As a kid, I was told that their was a chance of you dying of watching your death in a dream. It could upset you so much, it could cause you to have a heart attack. Just what I was told as a kid, long time ago. I have had dreams of falling, but always woke I before I hit the ground.


----------



## Chubbs the tegu (Jul 6, 2020)

Mentally concerning and terrifying is when we’re awake


----------



## Pastel Tortie (Jul 6, 2020)

The Tortoise Tree said:


> pretty sure zeropilot said "WEIRD" not "mentally concerning and terrifying and death."


It's all relative...


----------



## Lokkje (Jul 6, 2020)

The Tortoise Tree said:


> pretty sure zeropilot said "WEIRD" not "mentally concerning and terrifying and death."


My mother had a dream on the night that I was born that I fell into the Grand Canyon to my death as an adult.

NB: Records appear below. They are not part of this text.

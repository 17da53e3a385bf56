import { z } from 'zod';
import { idSchema, isoDateTimeSchema } from './common';

/** Roles of a team member (DESIGN.md): what each may do is enforced by the API's route table. */
export const roleSchema = z.enum(['admin', 'physicist', 'grower', 'viewer']);
export type Role = z.infer<typeof roleSchema>;
export const roles: readonly Role[] = roleSchema.options;

const email = z.string({ error: 'email is required' }).trim().toLowerCase().max(254, { error: 'email is too long' }).email({ error: 'email is not a valid address' });
/** Long passphrases welcome; a short one is refused (length matters more than symbols). */
const password = z.string({ error: 'password is required' }).min(10, { error: 'password must be at least 10 characters' }).max(200, { error: 'password must be at most 200 characters' });
const displayName = z.string({ error: 'displayName is required' }).trim().min(1, { error: 'displayName is required' }).max(80, { error: 'displayName is at most 80 characters' });

export const signUpRequestSchema = z.strictObject({
  email,
  password,
  displayName,
  teamName: z.string({ error: 'teamName is required' }).trim().min(2, { error: 'teamName needs at least 2 characters' }).max(120),
});
export const signInRequestSchema = z.strictObject({ email, password: z.string({ error: 'password is required' }).min(1, { error: 'password is required' }).max(200) });
export const resetRequestSchema = z.strictObject({ email });
export const resetConfirmSchema = z.strictObject({ token: z.string().min(20, { error: 'token is missing or malformed' }).max(200), password });
export const acceptInvitationSchema = z.strictObject({ token: z.string().min(20, { error: 'token is missing or malformed' }).max(200), password, displayName });
export const inviteRequestSchema = z.strictObject({ email, role: roleSchema });
export const changeRoleRequestSchema = z.strictObject({ role: roleSchema });

export const meResponseSchema = z.object({
  user: z.object({ id: z.string(), email: z.string(), displayName: z.string(), role: roleSchema }),
  team: z.object({ id: idSchema, name: z.string() }),
});

export const memberSchema = z.object({ id: z.string(), email: z.string(), displayName: z.string(), role: roleSchema, joinedAt: isoDateTimeSchema });
export const invitationSchema = z.object({
  id: idSchema,
  email: z.string(),
  role: roleSchema,
  invitedBy: z.string(),
  createdAt: isoDateTimeSchema,
  expiresAt: isoDateTimeSchema,
  state: z.enum(['pending', 'accepted', 'revoked', 'expired']),
});
export const teamResponseSchema = z.object({ members: z.array(memberSchema), invitations: z.array(invitationSchema) });
/** `GET /api/invitations/:token` — what the join page shows before the account is made. */
export const invitationPreviewSchema = z.object({ email: z.string(), role: roleSchema, teamName: z.string(), expiresAt: isoDateTimeSchema });

export type SignUpRequest = z.input<typeof signUpRequestSchema>;
export type SignInRequest = z.input<typeof signInRequestSchema>;
export type MeResponse = z.infer<typeof meResponseSchema>;
export type Member = z.infer<typeof memberSchema>;
export type Invitation = z.infer<typeof invitationSchema>;
export type TeamResponse = z.infer<typeof teamResponseSchema>;
export type InvitationPreview = z.infer<typeof invitationPreviewSchema>;

/**
 * Between processes (PostgreSQL NOTIFY → socket server), never sent to a
 * browser: this member's sockets must close, because they were removed or
 * their role changed (a reconnect then carries the new role).
 */
export const accountEndedSchema = z.object({ userId: z.string(), reason: z.enum(['removed', 'role']) });
export type AccountEnded = z.infer<typeof accountEndedSchema>;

I’ve been banned from ever going to the Grand Canyon and I live in Arizona. I promised mom before she died that I would never go to the Grand Canyon after her death a night so far kept my word. I think it’s kind of silly. I seem to die a lot in peoples dreams.


----------



## Pastel Tortie (Jul 6, 2020)

Lokkje said:


> My mother had a dream on the night that I was born that I fell into the Grand Canyon to my death as an adult. I’ve been banned from ever going to the Grand Canyon and I live in Arizona. I promised mom before she died that I would never go to the Grand Canyon after her death a night so far kept my word. I think it’s kind of silly. I seem to die a lot in peoples dreams.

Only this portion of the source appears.